" Universal Multiple 8-Bit Encoded Character Set ( UCS ) "ie. the international standard ISO/IEC10646.1-1993, is used for the written form of all kinds of languages in the world and used for the representation, transmission, exchange, processing, storage, input and display.
1. Overall framework of UCS
The overall framework of UCS encoded character set is a 4D encoding space, it contains 00~7F totaled 128 3D groups, each 3D group contains 00~FF totaled 256 2D plane, each 2D plane contains 00~FF totaled 256 1D row, each row totaled 256 character bits (00~FF), each character bit is represented by binary number with one byte. Therefore each character will use 4 binary number encoding in UCS, so as to determine the group, plane, row and character bit of each character in the encoding space. The above four 8-bit binary number encoded form are called four eight bit canonical form of UCS, written as UCS-4.
2. Basic multilingual plane
In the UCS encoding space, 00 plane of 00 group is called basic multilingual plane. It contains letters, syllables and characters as well as all kinds of symbols and numbers that usually used in ideogram.
The group encoding of basic multilingual plane is 00H. UCS stipulates that it can be omitted when the group of canonical form and the plane encoding is 00H, therefore, the characters arranged on the basic multilingual plane can be represented by binary number with two bytes, forming double 8-bit encoded character set, written as UCS-2.
The basic multilingual plane is divided into four zones, ie. A, I, O and R zone.
Zone A: code positions from 0000 ~ 4DFF totaled 19903 character bits. This zone is used for the encoding of letters, syllable as well as all kinds of symbols, in which, 0000 ~ 001F and 007E ~ 009F will be retained for character control.

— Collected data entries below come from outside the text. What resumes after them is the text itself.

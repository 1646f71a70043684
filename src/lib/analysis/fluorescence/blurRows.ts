import type { Raster } from '../types';
import { gaussianHalfKernel } from './gaussianHalfKernel';

/** Tap pairs summed per pass over a row; wider kernels take several passes, narrower ones pad with zero weights. */
const PAIRS = 6;

/**
 * Gaussian blur streamed row by row: calls `emit(y, row)` for y = 0 … height−1 in order, with `row` the blurred
 * row y (float64). Separable, edges replicated, kernel {@link gaussianHalfKernel} (cut at 3σ, normalised to sum 1).
 *
 * Only 2·radius + 1 horizontally blurred rows are kept (a float32 ring), and each input row is blurred once, so the
 * working set stays in cache. Both passes add mirrored taps before multiplying and sum six tap pairs per pass over
 * a row ({@link addPairs}), which V8 compiles to one straight loop body with the weights in registers: 1.2–1.7×
 * faster than a loop over taps per pixel on 2048² frames (docs/benchmarks.md). Callers that need neighbouring rows
 * (a Laplacian) can rely on the last three emitted rows staying valid: `row` cycles through three buffers.
 *
 * @param raster - input image (any unit); not modified
 * @param sigmaPx - Gaussian SD (px), > 0
 * @param emit - receives each blurred row (same unit as the input)
 * @throws RangeError when sigmaPx is not a finite positive number
 */
export function blurRows(raster: Raster, sigmaPx: number, emit: (y: number, row: Float64Array) => void): void {
  const kernel = gaussianHalfKernel(sigmaPx);
  const { width, height, data } = raster;
  // half kernel: half[0] is the centre tap, half[j] the weight at ±j; zero from radius + 1 to reach
  const radius = kernel.length - 1;
  const nbChunks = Math.ceil(radius / PAIRS);
  const reach = nbChunks * PAIRS;
  const half = new Float64Array(reach + 1);
  half.set(kernel);
  const c = half[0];

  const ringRows = 2 * radius + 1;
  const ring = new Float32Array(ringRows * width);
  const padded = new Float32Array(width + 2 * reach);
  const acc = new Float64Array(width);
  const outRows = [new Float64Array(width), new Float64Array(width), new Float64Array(width)];
  const lo = new Int32Array(PAIRS);
  const hi = new Int32Array(PAIRS);
  const weights = new Float64Array(PAIRS);
  let lastBlurred = -1;
  for (let y = 0; y < height; y++) {
    // horizontal blur of the input rows row y needs, each once
    const need = Math.min(height - 1, y + radius);
    while (lastBlurred < need) {
      const k = ++lastBlurred;
      const src = k * width;
      padded.set(data.subarray(src, src + width), reach);
      padded.fill(data[src], 0, reach);
      padded.fill(data[src + width - 1], reach + width);
      for (let x = 0; x < width; x++) acc[x] = c * padded[x + reach];
      for (let chunk = 0; chunk < nbChunks; chunk++) {
        for (let i = 0; i < PAIRS; i++) {
          const j = chunk * PAIRS + i + 1;
          weights[i] = half[j];
          lo[i] = reach - j;
          hi[i] = reach + j;
        }
        addPairs(acc, padded, lo, hi, weights, width);
      }
      ring.set(acc, (k % ringRows) * width);
    }

    // vertical blur; taps beyond the radius have weight 0 and read the centre row
    const row = outRows[y % 3];
    const mid = (y % ringRows) * width;
    for (let x = 0; x < width; x++) row[x] = c * ring[mid + x];
    for (let chunk = 0; chunk < nbChunks; chunk++) {
      for (let i = 0; i < PAIRS; i++) {
        const j = chunk * PAIRS + i + 1;
        weights[i] = half[j];
        lo[i] = j > radius ? mid : (Math.max(0, y - j) % ringRows) * width;
        hi[i] = j > radius ? mid : (Math.min(height - 1, y + j) % ringRows) * width;
      }
      addPairs(row, ring, lo, hi, weights, width);
    }
    emit(y, row);
  }
}

/** out[x] += Σᵢ weights[i]·(src[lo[i] + x] + src[hi[i] + x]) for x < n, i < 6: the six pairs unrolled. */
function addPairs(
  out: Float64Array, src: Float32Array, lo: Int32Array, hi: Int32Array, weights: Float64Array, n: number,
): void {
  const [w1, w2, w3, w4, w5, w6] = weights;
  const [a1, a2, a3, a4, a5, a6] = lo;
  const [b1, b2, b3, b4, b5, b6] = hi;
  for (let x = 0; x < n; x++) {
    out[x] +=
      w1 * (src[a1 + x] + src[b1 + x]) + w2 * (src[a2 + x] + src[b2 + x]) + w3 * (src[a3 + x] + src[b3 + x]) +
      w4 * (src[a4 + x] + src[b4 + x]) + w5 * (src[a5 + x] + src[b5 + x]) + w6 * (src[a6 + x] + src[b6 + x]);
  }
}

Zone I: code positions from 4E00 ~ 9FFF totaled 20992 character bits. This zone is used for the unified ideogram of Chinese, Japanese and Korean(CJK), that is, the character encoding of Chinese characters from China, Japan and Korea.
Zone O: code positions from A000 ~ DFFF totaled 16384 character bits. This zone is unused at present, it will be kept for future standardization.
Zone R: code positions from E000 ~ FFFD totaled 8190 character bits. This zone is a usage-restriction zone, used for special character, distortion display form and the encoding of compatible characters.
3. The encoding of CJK unified Chinese character
The Chinese characters of unified encoding in zone I totaled 20902, according to the radicals-strokes ordering. In which, Chinese characters used by China totaled 17000, the source character set is simplified character of GB base set, the first, third and fifth assisted set traditional character, the universal character table of contemporary Chinese, the character set of post and communications, CNS11643 " Universal Chinese Character Standard Exchange Code " in Taiwan region, furthermore, 58 characters used by Hong Kong and 92 "吏读" used by Korean nationality in Yanbian Region are also included. Chinese characters used by Japan and Chinese source character set used by Korea in CJK unified Chinese character encoding character set are related standards for Japan and Korea separately.